Terell Parks

Free agent
- Position: Center / power forward
- League: VTB United League

Personal information
- Born: February 25, 1991 (age 35) Chicago, Illinois, U.S.
- Listed height: 6 ft 9 in (2.06 m)
- Listed weight: 250 lb (113 kg)

Career information
- High school: Beloit Memorial (Beloit, Wisconsin)
- College: Iowa Central CC (2009–2011); Western Illinois (2011–2013);
- NBA draft: 2013: undrafted
- Playing career: 2013–present

Career history
- 2013–2014: Kotwica Kołobrzeg
- 2015: Anagennisi Germasogeias
- 2016: Šentjur
- 2016–2018: Keravnos
- 2018–2019: Promitheas Patras
- 2019–2020: Larisa
- 2020: Nizhny Novgorod
- 2020: Cholet Basket
- 2020–2021: Bnei Herzliya
- 2021–2022: Fos Provence Basket
- 2022–2023: Ionikos Nikaias

Career highlights
- Cypriot League champion (2017); 2× Cypriot League Top Rebounder (2017, 2018); Summit League Defensive Player of the Year (2013); First-team All-Summit League (2013);

= Terell Parks =

American basketball player (born 1991)

Terell Allen Parks Sr. (born February 25, 1991) is an American professional basketball player. He is a 6 ft 9 in center. After two years at Iowa Central Community College and two years at Western Illinois, Parks entered the 2013 NBA draft, but he was not selected in the draft's two rounds.

==High school career==
Parks attended Beloit Memorial High School, in Beloit, Wisconsin, where he played high school basketball. He was ranked as the 25th best power forward in the nation by 247Sports.com.

==College career==
Parks played college basketball at Iowa Central Community College, from 2009 to 2011, and at Western Illinois, from 2011 to 2013. As a senior, he averaged 12.6 points, 9.6 rebounds, and 2.5 blocks per game.

==Professional career==
After failing to be drafted in the 2013 NBA draft, Parks signed with Kolossos Rodou of the Greek Basket League, but he left the team without playing with them in a single game. He later joined Kotwica Kołobrzeg, of the Polish Basketball League (PLK). He went on to average 11.8 points, 8.2 rebounds and 1.1 blocks per game in the Polish League.

In 2016, he joined Anagennisi Germasogeias of the Cypriot League. On February 28, 2016, he signed with Šentjur of the Premier A Slovenian League. He then returned to Cyprus, and joined Keravnos. He stayed with the club for two years, and with them he won the Cypriot League championship in 2017, and also led the league in rebounds in both seasons. He was also voted as the FIBA Europe Cup's Best Defender in 2018.

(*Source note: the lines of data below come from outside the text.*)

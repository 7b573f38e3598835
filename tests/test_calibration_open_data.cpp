// Split-conformal coverage on an open dataset: Seattle's daily weather
// 2012-2015 (seattle-weather.csv of the Vega datasets, Debian package
// python3-vega-datasets), regressing the day's maximum temperature on the
// date, the minimum temperature, precipitation, wind and the weather kind.
//
// Each seed splits the 1461 rows at random into training (half),
// calibration and test (a quarter each), fits a small network, calibrates a
// band on the calibration rows and measures its coverage on the test rows.
// Given the dataset, a uniformly random split makes calibration and test
// rows exchangeable, so each seed's expected coverage is exactly r / (n + 1),
// r = ceil((n + 1) 0.9), for continuous scores (Lei et al. 2018, Theorem
// 2.2), and the seeds' coverages are independent and identically
// distributed. The test accepts a mean within 3.66 standard errors (the
// two-sided 99.9% point of Student's t with 29 degrees of freedom, from
// memory) of r / (n + 1).
#include <doctest/doctest.h>

#include <cmath>
#include <filesystem>
#include <string>
#include <vector>

#include <tenon/prep/csv.hpp>
#include <tenon/train/calibration.hpp>

namespace {

const char* const seattle_weather = "/usr/lib/python3/dist-packages/vega_datasets/_data/seattle-weather.csv";

}  // namespace

TEST_CASE("split-conformal bands cover r / (n + 1) of Seattle's daily maxima over 30 random splits") {
    REQUIRE_MESSAGE(std::filesystem::exists(seattle_weather), "install the Debian package python3-vega-datasets (cmake/deps.sh)");
    const tenon::table t = tenon::read_csv_file(seattle_weather);
    REQUIRE(t.row_count() == 1461);
    tenon::plan p;
    p.set_target("temp_max", tenon::target_kind::regression);
    tenon::model_settings s;
    s.hidden = {16};
    s.epochs = 20;
    s.batch_size = 32;
    s.learning_rate = 0.01;
    const std::size_t seeds = 30;
    std::vector<double> coverage;
    std::size_t n = 0;
    double width = 0.0;
    for (std::size_t seed = 1; seed <= seeds; ++seed) {
        const auto split = tenon::random_holdout(t.row_count(), {0.5, 0.25, 0.25}, seed);
        s.seed = seed;
        // No early stopping: the calibration rows are not used to choose the epoch.
        auto model = tenon::fit_model<float>(t, p, split.train, {}, s);
        const auto c = tenon::calibrate_model(model, t, split.validation, 0.9);
        const auto scores = tenon::score_calibration(model, c, t, split.test);
        coverage.push_back(scores.interval_coverage);
        width += scores.interval_mean_width;
        n = split.validation.size();
    }
    double mean = 0.0, squares = 0.0;
    for (double v : coverage) mean += v;
    mean /= static_cast<double>(seeds);
    for (double v : coverage) squares += (v - mean) * (v - mean);
    const double standard_error = std::sqrt(squares / static_cast<double>(seeds - 1) / static_cast<double>(seeds));
    const double nominal = std::ceil(static_cast<double>(n + 1) * 0.9) / static_cast<double>(n + 1);
    MESSAGE("mean coverage " << mean << " over " << seeds << " splits (expected " << nominal << ", standard error " << standard_error
                             << "), mean band width " << width / static_cast<double>(seeds) << " C");
    CHECK(std::abs(mean - nominal) <= 3.66 * standard_error);
    CHECK(standard_error > 0.0);
}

On August 4, 2018, he joined Promitheas Patras of the Greek Basket League. His contract with the club was about to be terminated after their game FIBA Champions League against Beşiktaş, but after the injury of the team's other main center Octavius Ellis, Parks remained with the team. His performance with Promitheas improved, and after their game FIBA Champions League game against Neptūnas, in which Parks had 18 points, 8 rebounds, and 1 block, Promitheas decided to keep him on their squad.

On August 26, 2019, Parks signed with the newly promoted Larisa, and thus remained in the Greek Basket League. He averaged 11.8 points, 8.3 rebounds and 1.2 steals per game. On January 11, 2020, his contract was officially bought out by Russian BCL club Nizhny Novgorod and Parks moved to the VTB United League. He averaged 10 points and 7 rebounds per game before the season was suspended. Parks was released by the team on July 10.

On July 20, 2020, he signed with Cholet Basket of the LNB Pro A. Parks averaged 8.5 points and 5.8 rebounds per game in four games. He parted ways with the team on November 18.

On November 22, 2020, he signed with Bnei Herzliya of the Israeli Basketball Premier League. Parks averaged 12.5 points, 8.2 rebounds, 1.4 assists and 1.5 steals per game. On September 10, 2021, he signed with Fos Provence Basket of the LNB Pro A.

On November 15, 2022, Parks returned to Greece for Ionikos Nikaias. In February 2023, Parks returned to Nizhny Novgorod.